Berkowitz excoriates neoconservative Robert Kagan’s argument that “the threat Trump poses to freedom and democracy in America justifies abusing the law to banish him from the political arena.” In this sense, Berkowitz notes, ”anti-Trumpers thereby facilitate the unraveling of the rule of law that they seek to avert.” 

Gabe Schoenfeld and fellow apostate Ron Radosh devote an entire essay to rebutting Berkowitz’s argument. They defend the efforts by the Colorado Supreme Court and the Maine Secretary of State to disqualify Donald Trump from running for president as “the working out of the rule of law.” Further, Schoenfeld and Radosh laud Kagan’s endorsement (he “deserves high praise”) of “taking every conceivable measure” to stop Trump.

What better language than “every conceivable measure” to describe the logic of war?

Indeed, Kagan analogizes the imperative to stop Trump’s quest for a second term in the White House to resisting an armed house invasion: “When a marauder is crashing through your house, you throw everything you can at him−pots, pans, candlesticks−in the hope of slowing him down and tripping him up.”

Not surprisingly, other conservative apostates embrace the use of lawfare to keep Trump off the ballot. The Bulwark’s Charlie Sykes told MSNBC’s Mika Brezinski: “I’m very, very sympathetic to the argument that the 14th Amendment disqualifies Donald Trump.” He only worried about “how it’s going to play out politically.” He recommended emphasizing the “rule of law” rather than democracy — i.e., it is best to avoid the popular argument that the decision should be made at the ballot box and not in the courts.
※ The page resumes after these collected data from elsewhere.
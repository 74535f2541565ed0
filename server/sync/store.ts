import type { EntityData, EntityName } from '../../shared/schemas/entities'
import type { HistoryEntry } from '../../shared/schemas/records'
import type { Db } from '../db/client'
import { eq, inArray, sql } from 'drizzle-orm'
import { recordHistory, records, teamSyncState } from '../db/schema'

export type Tx = Parameters<Parameters<Db['transaction']>[0]>[0]
export type RecordRow = typeof records.$inferSelect
/** A row whose data is known to be of one entity: it passed that entity's schema when written. */
export type StoredRow<E extends EntityName> = Omit<RecordRow, 'data'> & { entity: E, data: EntityData<E> }

const typed = <E extends EntityName>(row: RecordRow): StoredRow<E> => row as StoredRow<E>

/** How many history entries a record carries to phones; `record_history` keeps every one. */
export const historyShown = 20

const iso = (date: Date | null): string | null => (date ? date.toISOString() : null)

/** What phones receive: the data, the envelope, what the server derived, and the latest history. */
export function toRecord(row: RecordRow): Record<string, unknown> {
  return {
    ...row.data,
    id: row.id,
    teamId: row.teamId,
    createdBy: row.createdBy,
    createdAt: iso(row.createdAt),
    updatedAt: iso(row.updatedAt),
    rev: row.rev,
    deletedAt: iso(row.deletedAt),
    derived: row.derived ?? null,
    history: row.history ?? [],
    historyCount: row.historyCount,
  }
}

/**
 * Locks the team's counter row until the transaction ends, and returns its last rev. The row is
 * made with the team, so this takes one row lock and no gap lock: pushes to one team queue here,
 * pushes to other teams pass.
 */
export async function lockCounter(tx: Tx, teamId: string): Promise<number> {
  const [state] = await tx.select().from(teamSyncState).where(eq(teamSyncState.teamId, teamId)).for('update')
  if (state)
    return state.lastRev
  // A team made before counters came with teams (the migration gives every team one; this is a guard).
  await tx.insert(teamSyncState).values({ teamId, lastRev: 0 }).onDuplicateKeyUpdate({ set: { teamId } })
  const [made] = await tx.select().from(teamSyncState).where(eq(teamSyncState.teamId, teamId)).for('update')
  return made!.lastRev
}

/**
 * One push's view of the records: rows read once (those it changes locked) and cached, changes
 * buffered and written together at the end, so a batch costs a few queries, not several per mutation.
 */
export class RecordBatch {
  private readonly rows = new Map<string, RecordRow | null>()
  private readonly fresh = new Set<string>()
  private readonly changed = new Set<string>()
  private readonly history = new Map<string, { recordId: string, rev: number, entry: HistoryEntry }>()

  constructor(readonly tx: Tx) {}

  /** Reads and locks every record the batch changes, in one query. */
  async preload(ids: string[]): Promise<void> {
    const wanted = [...new Set(ids)].filter(id => !this.rows.has(id))
    if (wanted.length === 0)
      return
    const found = await this.tx.select().from(records).where(inArray(records.id, wanted)).for('update')
    const byId = new Map(found.map(row => [row.id, row]))
    for (const id of wanted)
      this.rows.set(id, byId.get(id) ?? null)
  }

  /** A record by id as this batch sees it, of the given entity only. */
  async find<E extends EntityName>(entity: E, id: string): Promise<StoredRow<E> | undefined> {
    if (!this.rows.has(id)) {
      const [row] = await this.tx.select().from(records).where(eq(records.id, id))
      this.rows.set(id, row ?? null)
    }
    const row = this.rows.get(id)
    return row && row.entity === entity ? typed<E>(row) : undefined
  }

  /** A record by id whatever its entity (to refuse an id that names another kind of record). */
  async any(id: string): Promise<RecordRow | undefined> {
    await this.preload([id])
    return this.rows.get(id) ?? undefined
  }

  isNew(id: string): boolean {
    return this.fresh.has(id)
  }

  /** The new records of an entity this batch holds. */
  created<E extends EntityName>(entity: E): StoredRow<E>[] {
    return [...this.fresh].map(id => this.rows.get(id)!).filter(row => row.entity === entity).map(row => typed<E>(row))
  }

  /** A new or changed row, written at flush. */
  write(row: RecordRow | StoredRow<EntityName>): void {
    if (!this.rows.get(row.id))
      this.fresh.add(row.id)
    else if (!this.fresh.has(row.id))
      this.changed.add(row.id)
    this.rows.set(row.id, row)
  }

  /**
   * Adds a history entry to a record: folded into the entry of the same rev when there is one (a
   * brew's edit and the result it moved), else appended. The record carries the latest
   * `historyShown`; every entry goes to record_history.
   */
  note<R extends RecordRow | StoredRow<EntityName>>(row: R, entry: HistoryEntry): R {
    const list = row.history ?? []
    const last = list.at(-1)
    const merged = last?.rev === entry.rev ? { ...last, changes: { ...last.changes, ...entry.changes } } : entry
    const history = (last?.rev === entry.rev ? [...list.slice(0, -1), merged] : [...list, merged]).slice(-historyShown)
    this.history.set(`${row.id}:${entry.rev}`, { recordId: row.id, rev: entry.rev, entry: merged })
    return { ...row, history, historyCount: row.historyCount + (last?.rev === entry.rev ? 0 : 1) }
  }

  /** Writes what the batch changed: multi-row inserts of 500 at most, one update per changed row. */
  async flush(): Promise<void> {
    const inserts = [...this.fresh].map(id => this.rows.get(id)!)
    for (let i = 0; i < inserts.length; i += 500)
      await this.tx.insert(records).values(inserts.slice(i, i + 500))
    for (const id of this.changed) {
      const { id: _id, entity: _entity, teamId: _team, createdBy: _by, createdAt: _at, ...changes } = this.rows.get(id)!
      await this.tx.update(records).set(changes).where(eq(records.id, id))
    }
    const entries = [...this.history.values()]
    for (let i = 0; i < entries.length; i += 500)
      await this.tx.insert(recordHistory).values(entries.slice(i, i + 500)).onDuplicateKeyUpdate({ set: { entry: sql`VALUES(${recordHistory.entry})` } })
    this.fresh.clear()
    this.changed.clear()
    this.history.clear()
  }
}
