import type { EntityData } from '../../shared/schemas/entities'
import type { RecordBatch, StoredRow } from './store'
import { and, eq, inArray, isNull } from 'drizzle-orm'
import { normalizeCode } from '../../shared/records/blind-codes'
import { records } from '../db/schema'
import { audit } from '../services/audit.service'

// Competition rounds inside the push: signing one off (from the route or from a queued sign-off
// record, the same freeze either way) and keeping blind codes unique in their event.

/**
 * Freezes a round: its cups get a new rev first (so phones that were sent them without the
 * competitor's name pull them again, names and all), then the round is stamped with who signed it
 * off and when, in its history and in the audit log. The round's rev is the highest, so every cup,
 * brew and reading of it was written before it.
 */
export async function freezeRound(batch: RecordBatch, round: StoredRow<'round'>, by: { userId: string, ip?: string, via: 'route' | 'phone' }, nextRev: () => number): Promise<StoredRow<'round'>> {
  const stored = await batch.tx.select({ id: records.id }).from(records).where(and(eq(records.parentId, round.id), eq(records.entity, 'entry'), isNull(records.deletedAt)))
  const fresh = batch.created('entry').filter(row => row.data.roundId === round.id).map(row => row.id)
  const ids = [...new Set([...stored.map(row => row.id), ...fresh])]
  await batch.preload(ids)
  const at = new Date()
  for (const id of ids) {
    const entry = await batch.find('entry', id)
    if (entry && !entry.deletedAt && entry.data.roundId === round.id)
      batch.write({ ...entry, rev: nextRev(), updatedAt: at })
  }
  const rev = nextRev()
  const derived = { signedOffAt: at.toISOString(), signedOffBy: by.userId }
  const signed = batch.note({ ...round, derived, rev, updatedAt: at }, { rev, at: derived.signedOffAt, by: by.userId, op: 'edit', changes: { signedOffAt: { from: null, to: derived.signedOffAt } } })
  batch.write(signed)
  await audit(batch.tx, { action: 'round.signed_off', actorId: by.userId, teamId: round.teamId, subjectId: round.id, ip: by.ip, detail: { via: by.via, cups: ids.length } })
  return signed
}

/**
 * Why a cup's code cannot be used, or null: another live cup of the same event (any of its rounds,
 * this batch included) already has it, compared as the app writes codes.
 */
export async function codeClash(batch: RecordBatch, id: string, entry: EntityData<'entry'>): Promise<string | null> {
  const round = await batch.find('round', entry.roundId)
  if (!round)
    return null
  const rounds = await batch.tx.select({ id: records.id }).from(records).where(and(eq(records.parentId, round.data.eventId), eq(records.entity, 'round')))
  const roundIds = new Set([round.id, ...rounds.map(row => row.id), ...batch.created('round').filter(row => row.data.eventId === round.data.eventId).map(row => row.id)])
  const stored = await batch.tx.select({ id: records.id, data: records.data }).from(records).where(and(inArray(records.parentId, [...roundIds]), eq(records.entity, 'entry'), isNull(records.deletedAt)))
  const code = normalizeCode(entry.code)
  const others = [...stored.map(row => ({ id: row.id, code: String(row.data.code) })), ...batch.created('entry').filter(row => roundIds.has(row.data.roundId)).map(row => ({ id: row.id, code: row.data.code }))]
  const clash = others.find(other => other.id !== id && normalizeCode(other.code) === code)
  return clash ? `code: another cup of this event already has the code ${entry.code}; give this cup a new code.` : null
}
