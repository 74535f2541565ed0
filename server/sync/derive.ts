import type { BrewInput } from '../../shared/brewing'
import { computeBrew, fitCalibration } from '../../shared/brewing'

/** The line and its statistics, recomputed from the standards; the phone's own fit is never trusted. */
export function deriveCalibration(data: Record<string, unknown>): Record<string, unknown> {
  return { fit: fitCalibration(data.points as { concentration: number, reading: number }[]) }
}

export type CalibrationForBrew = NonNullable<BrewInput['calibration']>

/** Strength and extraction of a stored brew, with the same function the phone shows live. */
export function deriveBrew(data: Record<string, unknown>, readingValues: number[], calibration: CalibrationForBrew | null): Record<string, unknown> {
  // The stored data was validated by the brew schema, whose fields are BrewInput's.
  const result = computeBrew({ ...(data as unknown as Omit<BrewInput, 'readings' | 'calibration'>), readings: readingValues, calibration })
  return {
    tdsPercent: result.tdsPercent,
    yieldPercent: result.yieldPercent,
    ...(result.missing.length ? { missing: result.missing } : {}),
    ...(result.problem ? { problem: result.problem } : {}),
  }
}
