import type { z } from 'zod'
import type { EntityName } from '../../shared/schemas/entities'
import { entityDataSchemas } from '../../shared/schemas/entities'
import { brews, calibrations, entries, events, instruments, lots, readings, recipes, rounds, trips, zones } from '../db/schema'

/** The columns every record table shares (the extra reference columns differ per table). */
export type RecordTable = typeof instruments

export interface EntityDefinition {
  table: RecordTable
  schema: z.ZodType<Record<string, unknown>>
  /** Readings are append-only: never edited, never deleted. */
  appendOnly?: boolean
  /** The indexed reference columns of the table, from the record's data. */
  references: (data: Record<string, unknown>) => Record<string, unknown>
  /** Records this one points at, which must exist in the same team: [entity, id]. */
  parents: (data: Record<string, unknown>) => [EntityName, string][]
}

const str = (value: unknown): string | null => (typeof value === 'string' ? value : null)
const none = (): Record<string, unknown> => ({})
const noParents = (): [EntityName, string][] => []

export const registry: Record<EntityName, EntityDefinition> = {
  instrument: { table: instruments, schema: entityDataSchemas.instrument, references: none, parents: noParents },
  calibration: {
    table: calibrations as unknown as RecordTable,
    schema: entityDataSchemas.calibration,
    references: data => ({ instrumentId: str(data.instrumentId) }),
    parents: data => [['instrument', data.instrumentId as string]],
  },
  brew: {
    table: brews as unknown as RecordTable,
    schema: entityDataSchemas.brew,
    references: data => ({ contextRefId: str((data.context as { refId?: unknown })?.refId), calibrationId: str(data.calibrationId) }),
    parents: (data) => {
      const found: [EntityName, string][] = []
      const context = data.context as { kind: string, refId: string | null }
      if (context.refId && (context.kind === 'entry' || context.kind === 'lot' || context.kind === 'recipe'))
        found.push([context.kind, context.refId])
      if (typeof data.calibrationId === 'string')
        found.push(['calibration', data.calibrationId])
      return found
    },
  },
  reading: {
    table: readings as unknown as RecordTable,
    schema: entityDataSchemas.reading,
    appendOnly: true,
    references: data => ({ brewId: str(data.brewId) }),
    parents: data => [['brew', data.brewId as string]],
  },
  event: { table: events, schema: entityDataSchemas.event, references: none, parents: noParents },
  round: {
    table: rounds as unknown as RecordTable,
    schema: entityDataSchemas.round,
    references: data => ({ eventId: str(data.eventId) }),
    parents: data => [['event', data.eventId as string]],
  },
  entry: {
    table: entries as unknown as RecordTable,
    schema: entityDataSchemas.entry,
    references: data => ({ roundId: str(data.roundId) }),
    parents: data => [['round', data.roundId as string]],
  },
  trip: { table: trips, schema: entityDataSchemas.trip, references: none, parents: noParents },
  lot: {
    table: lots as unknown as RecordTable,
    schema: entityDataSchemas.lot,
    references: data => ({ tripId: str(data.tripId) }),
    parents: data => (typeof data.tripId === 'string' ? [['trip', data.tripId]] : []),
  },
  recipe: { table: recipes, schema: entityDataSchemas.recipe, references: none, parents: noParents },
  zone: { table: zones, schema: entityDataSchemas.zone, references: none, parents: noParents },
}
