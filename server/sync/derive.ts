import type { CalibrationFit } from '../../shared/brewing'
import { beverageFromWater, BrewingInputError, concentrationFromReading, defaultBrixFactor, defaultRetainedRatio, fitCalibration, immersionYield, massByDifference, percolationYield, summarizeReadings, tdsFromBrix } from '../../shared/brewing'

/** The line and its statistics, recomputed from the standards; the phone's own fit is never trusted. */
export function deriveCalibration(data: Record<string, unknown>): Record<string, unknown> {
  const fit = fitCalibration(data.points as { concentration: number, reading: number }[])
  return { fit }
}

interface BrewInputs {
  method: 'percolation' | 'espresso' | 'immersion'
  strengthSource: 'calibration' | 'brix-factor' | 'direct'
  brixFactor: number | null
  dose: number | null
  doseGross: number | null
  doseTare: number | null
  beverageMass: number | null
  beverageGross: number | null
  beverageTare: number | null
  waterMass: number | null
  retainedRatio: number | null
}

export interface CalibrationForBrew { fit: CalibrationFit, standardUnit: 'brix' | 'tds' }

function net(mass: number | null, gross: number | null, tare: number | null): number | null {
  return mass ?? (gross !== null && tare !== null ? massByDifference(gross, tare) : null)
}

/**
 * Strength and extraction of a brew from its readings and masses, as shared/brewing computes them on
 * the phone. What cannot be computed yet (no readings, a missing mass) is null with the reason.
 */
export function deriveBrew(data: Record<string, unknown>, readingValues: number[], calibration: CalibrationForBrew | null): Record<string, unknown> {
  const brew = data as unknown as BrewInputs
  try {
    if (readingValues.length === 0)
      return { tdsPercent: null, yieldPercent: null, missing: 'readings' }
    const mean = summarizeReadings(readingValues).mean
    let tdsPercent: number
    if (brew.strengthSource === 'direct') {
      tdsPercent = mean
    }
    else if (brew.strengthSource === 'brix-factor') {
      tdsPercent = tdsFromBrix(mean, brew.brixFactor ?? defaultBrixFactor)
    }
    else {
      if (!calibration)
        return { tdsPercent: null, yieldPercent: null, missing: 'calibration' }
      const concentration = concentrationFromReading(calibration.fit, mean)
      tdsPercent = calibration.standardUnit === 'brix' ? tdsFromBrix(concentration, brew.brixFactor ?? defaultBrixFactor) : concentration
    }
    const dose = net(brew.dose, brew.doseGross, brew.doseTare)
    if (dose === null)
      return { tdsPercent, yieldPercent: null, missing: 'dose' }
    if (brew.method === 'immersion') {
      if (brew.waterMass === null)
        return { tdsPercent, yieldPercent: null, missing: 'waterMass' }
      return { tdsPercent, yieldPercent: immersionYield({ tdsPercent, waterMass: brew.waterMass, dose }) }
    }
    let beverage = net(brew.beverageMass, brew.beverageGross, brew.beverageTare)
    if (beverage === null && brew.waterMass !== null)
      beverage = beverageFromWater({ waterMass: brew.waterMass, dose, retainedRatio: brew.retainedRatio ?? defaultRetainedRatio.percolation })
    if (beverage === null)
      return { tdsPercent, yieldPercent: null, missing: 'beverageMass' }
    return { tdsPercent, yieldPercent: percolationYield({ tdsPercent, beverageMass: beverage, dose }) }
  }
  catch (error) {
    if (error instanceof BrewingInputError)
      return { tdsPercent: null, yieldPercent: null, problem: { field: error.field, message: error.message } }
    throw error
  }
}
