import type { MutationResult } from '../../shared/schemas/sync'
import type { Tx } from './store'
import { and, eq, inArray } from 'drizzle-orm'
import { syncMutations } from '../db/schema'

/**
 * The answers already given to these mutations of one phone, by mutation id. Keyed by the person
 * too: an answer may hold a record, so it is only ever repeated to whoever sent the mutation.
 */
export async function storedAnswers(tx: Tx, userId: string, clientId: string, mutationIds: string[]): Promise<Map<string, MutationResult>> {
  if (mutationIds.length === 0)
    return new Map()
  const rows = await tx.select().from(syncMutations).where(and(eq(syncMutations.userId, userId), eq(syncMutations.clientId, clientId), inArray(syncMutations.mutationId, mutationIds)))
  // Stored by this module from a MutationResult.
  return new Map(rows.map(row => [row.mutationId, row.result as MutationResult]))
}

/** Keeps the answers given in this push, 500 rows per insert at most. */
export async function keepAnswers(tx: Tx, userId: string, clientId: string, answers: MutationResult[]): Promise<void> {
  for (let i = 0; i < answers.length; i += 500)
    await tx.insert(syncMutations).values(answers.slice(i, i + 500).map(result => ({ userId, clientId, mutationId: result.mutationId, result })))
}
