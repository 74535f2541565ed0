import type { Role } from '../../shared/schemas/auth'
import type { EntityName } from '../../shared/schemas/entities'
import type { HistoryEntry } from '../../shared/schemas/records'
import type { Db } from '../db/client'
import type { RecordRow } from './store'
import { and, eq, inArray } from 'drizzle-orm'
import { can } from '../../shared/records/rules'
import { records } from '../db/schema'
import { toRecord } from './store'

// What a reader may receive of a record, in one place: blind judging keeps a cup's competitor from
// members and viewers until its round is signed off (DESIGN.md). Every path by which a record or
// its history leaves the server goes through here: pulls, answers to a push (fresh or repeated),
// the sign-off route, the full history and the results.

/** The fields of an entity kept from readers who may not see competitors (data and history alike). */
const sealedFields: Partial<Record<EntityName, readonly string[]>> = { entry: ['contestant'] }

/** The round whose sign-off opens a sealed record, or null when nothing of it is sealed. */
function roundOf(entity: string, data: Record<string, unknown>): string | null {
  return entity in sealedFields && typeof data.roundId === 'string' ? data.roundId : null
}

/** Which of these rounds are signed off, in one query. */
export async function signedOffRounds(db: Pick<Db, 'select'>, roundIds: Iterable<string>): Promise<Set<string>> {
  const ids = [...new Set(roundIds)]
  if (ids.length === 0)
    return new Set()
  const rows = await db.select({ id: records.id, derived: records.derived }).from(records).where(and(inArray(records.id, ids), eq(records.entity, 'round')))
  return new Set(rows.filter(row => row.derived).map(row => row.id))
}

/** History entries without the changes of sealed fields. */
export function sealHistory(entity: string, history: HistoryEntry[]): HistoryEntry[] {
  const fields = sealedFields[entity as EntityName] ?? []
  return history.map(entry => (fields.some(field => field in entry.changes)
    ? { ...entry, changes: Object.fromEntries(Object.entries(entry.changes).filter(([field]) => !fields.includes(field))) }
    : entry))
}

/** A record as sent (toRecord's shape) without its sealed fields or their history. */
export function sealRecord(entity: string, record: Record<string, unknown>): Record<string, unknown> {
  const fields = sealedFields[entity as EntityName] ?? []
  const kept = Object.fromEntries(Object.entries(record).filter(([key]) => !fields.includes(key)))
  return Array.isArray(record.history) ? { ...kept, history: sealHistory(entity, record.history as HistoryEntry[]) } : kept
}

/**
 * Decides for a reader which records come sealed. Rounds are looked up once per call, for all the
 * records at hand, so a page of a pull costs one extra query at most.
 */
export async function readerView(db: Pick<Db, 'select'>, role: Role, items: { entity: string, data: Record<string, unknown> }[]): Promise<(index: number) => boolean> {
  if (can.seeCompetitors(role, false))
    return () => false
  const rounds = items.map(item => roundOf(item.entity, item.data))
  const signed = await signedOffRounds(db, rounds.filter((id): id is string => id !== null))
  return index => rounds[index] !== null && !signed.has(rounds[index]!)
}

/** Rows as this reader receives them. */
export async function visibleRecords(db: Pick<Db, 'select'>, role: Role, rows: RecordRow[]): Promise<Record<string, unknown>[]> {
  const sealed = await readerView(db, role, rows)
  return rows.map((row, index) => (sealed(index) ? sealRecord(row.entity, toRecord(row)) : toRecord(row)))
}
Kristol himself wrote on Twitter (now X) that he had read the Colorado Supreme Court decision and found the majority and dissenters judged the case “honestly and conscientiously.” He remarked, “If only conservative elites were as upset about Trump having tried to stage a coup against the Constitution, as they are about Colorado Supreme Court justices conscientiously interpreting the Constitution in a lawsuit properly brought before them in response to that coup attempt.”

Meanwhile, every day, the cold civil war intensifies and the woke revolutionary project advances. In the past few weeks, the House Judiciary Committee revealed that the federal government, including the Treasury Department’s Financial Crimes Enforcement Network (FinCEN) and the FBI, had asked banks to examine customer transactions for possible “extremist” activity. Suspicious transactions included the use of terms such as Trump, MAGA, Dick’s Sporting Goods, and Bass Pro Shops. Problematic activities would include the buying of hunting rifles, and, specifically listed, “the purchase of books (including religious texts)” — presumably including Bibles.

Faced with such blatant attacks on the American way of life, so many disaffected and former Republicans choose either to join the enemy or to step aside with a “plague on both your houses” stance that, in the final analysis, makes them de-facto allies of the enemy — that, at the very least, objectively advances what the woke warned us they sought: the fundamental transformation of the United States of America.


John Fonte is a senior fellow at the Hudson Institute.